正確にはメキシコとの国境の町アメリカ合衆国テキサス州エルパソにいるらしい。米軍に入ったそうだ。それで迷彩服を着ていたのか…ミクロネシア連邦国籍の人は米軍に入ることができるらしい。
私は国境の向こう側、メキシコ・グアダラハラにいる事を伝える。これからはグリーノとは時差を気にせず話すことができそうだ。
オーウェンには
「ミクロネシア連邦陸上チームの監督に、俺を再招聘するように伝えてくれ!」と頼んでみる。転職活動?離れてみるとあの南国の雰囲気も素敵だったと気が付いた。少しもどってみたい気もするのだ。

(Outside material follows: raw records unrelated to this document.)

"""Exact flux-tube sweeps by a low-rank (Woodbury/Dyson) update of one sparse factorization.

In flux-tube mode (flux through the hole only, arms field-free) the flux enters the Hamiltonian
only through the hoppings that cross a branch cut: ``H(flux) = H_ref + V(flux)`` with ``V``
supported on ``n_e`` entries (two per cut bond). With ``A = E - H_ref - Sigma`` (``Sigma`` = lead
self-energies and wide-band probe self-energies) and ``V = R D(flux) C^T`` (``R``, ``C`` columns of
the identity at the rows/columns of the entries, ``D`` diagonal), the Woodbury identity gives the
retarded Green's function exactly::

    G(flux) = G0 + G0 R D (1 - C^T G0 R D)^-1 C^T G0,        G0 = A^-1.

Only the blocks of ``G0`` between the cut orbitals and the terminal (lead interface, probe)
orbitals are needed. They come from one MUMPS LU factorization of the whole matrix per energy
(with MUMPS's own pivoting, so only ``A`` itself must be regular; a Schur complement onto the
terminal orbitals would need the *closed* interior to be regular at ``E``, which fails at its
eigenvalues) followed by MUMPS's selected-entries-of-the-inverse solve. Each flux value then
costs one dense ``n_e x n_e`` solve, vectorised over the sweep. Transmissions follow from the
Fisher-Lee formula ``T_pq = Tr(Gamma_p G_pq Gamma_q G_pq^dagger)`` with
``Gamma = i (Sigma - Sigma^dagger)``; this is not an approximation.

Every small solve carries a rounding-error estimate (condition number from random probe
vectors); a point above the tolerance is solved directly from a fresh sparse LU instead, with a
:class:`LowRankFallbackWarning` issued once per sweeper. The default reference flux is a
generic value, and two others are tried if ``A`` is (numerically) singular there.

Public API
----------
FluxTubeModel(fsyst, *, flux_param="flux", params=None, probe_sites=None, probe_eta=None,
              probes=None, flux_period=PHI0, max_entries=1024)
    Energy-independent preparation of a finalized kwant system (finds and checks the cut
    bonds); ``.sweeper(energy)``, ``.with_probes(probes)`` (other probes, no re-evaluation),
    ``.local_dos(energy, flux=0.0)`` (LDOS per orbital, as ``kwant.ldos``).
FluxTubeSweeper(fsyst_or_model, *, energy, ..., reference_flux=None, tol=1e-8)
    One energy: ``transmission(fluxes, source=0, drain=1)``, ``transmission_matrix(fluxes)``,
    ``conductance_matrix(fluxes)``, ``conductance(fluxes)`` (probes floating),
    ``at_energy(energy)``, ``condition(fluxes)``; usable with
    :func:`ringkit.transport.thermal.thermal_conductance`.
thermal_flux_sweep(system, fluxes, energies, weights, *, quantity="transmission")
    Weighted sum over energies (thermal averaging), one factorization per energy.
FluxCut
    The detected flux-dependent entries (``rows``, ``cols``, ``values``, ``rates`` [rad/Wb]).
LowRankFallbackWarning
    Points solved directly because the update was ill-conditioned.

Units: flux in Wb (or whatever unit the kwant parameter uses, with ``flux_period`` in the same
unit); energies and probe widths in the energy unit of the kwant Hamiltonian (``E/t`` for ringkit
systems); transmissions and conductances in units of e^2/h per spin (dimensionless T).

References
----------
D. S. Fisher, P. A. Lee, Phys. Rev. B 23, 6851 (1981), doi:10.1103/PhysRevB.23.6851 (Fisher-Lee).
M. A. Woodbury, Memorandum Rep. 42, Statistical Research Group, Princeton (1950) (from memory).
"""

from __future__ import annotations

import copy
import warnings
from collections.abc import Sequence

import numpy as np

from ringkit._validation import ParameterError, check_choice, check_positive
from ringkit.transport._engine_threads import limited
from ringkit.transport._lowrank_cut import FluxCut, check_leads_flux_free, detect_flux_cut
from ringkit.transport._lowrank_linalg import (
    Factorization,
    SparsePattern,
    batched_update_solve,
    gamma_factor,
    lead_self_energies,
)
from ringkit.transport._lowrank_schur import (
    MAX_UNITARITY_RESIDUAL,
    SchurInverse,
    unitarity_residual,
)
from ringkit.units import PHI0

__all__ = [
    "FluxCut",
    "FluxTubeModel",
    "FluxTubeSweeper",
    "LowRankFallbackWarning",
    "thermal_flux_sweep",
]

_QUANTITIES = ("transmission", "conductance_matrix", "transmission_matrix")
_CHUNK_ENTRIES = 4_000_000  # complex entries of the small matrices held at once (64 MB)
_T2_CHUNK_ENTRIES = 400_000  # the same for all-channel amplitudes (6.4 MB per array)
_COND_MAX = 1.0e11  # retry another reference flux above this (automatic reference only)


class LowRankFallbackWarning(RuntimeWarning):
    """Some flux points were solved directly because the low-rank update was ill-conditioned."""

それにしても、インターネットとは便利なもので、これだけ離れた場所にいる三人の映像通話を可能にしてくれる。
そして、不思議な事も起こるもので、遠くに離れたと思っていても、結構近くにいたりする。
何よりうれしかったのは、2年間離れていても、私のことを思い出してくれたこと。連絡をくれたことだ。当時は、私の考えを上手く伝えられず、衝突もした。それでも、これだけ時間的・空間的に離れていても、私と通話してくれる。
彼らの心の中に残ることができた。それだけでもミクロネシアで過ごした意味があった。そう思うのだ。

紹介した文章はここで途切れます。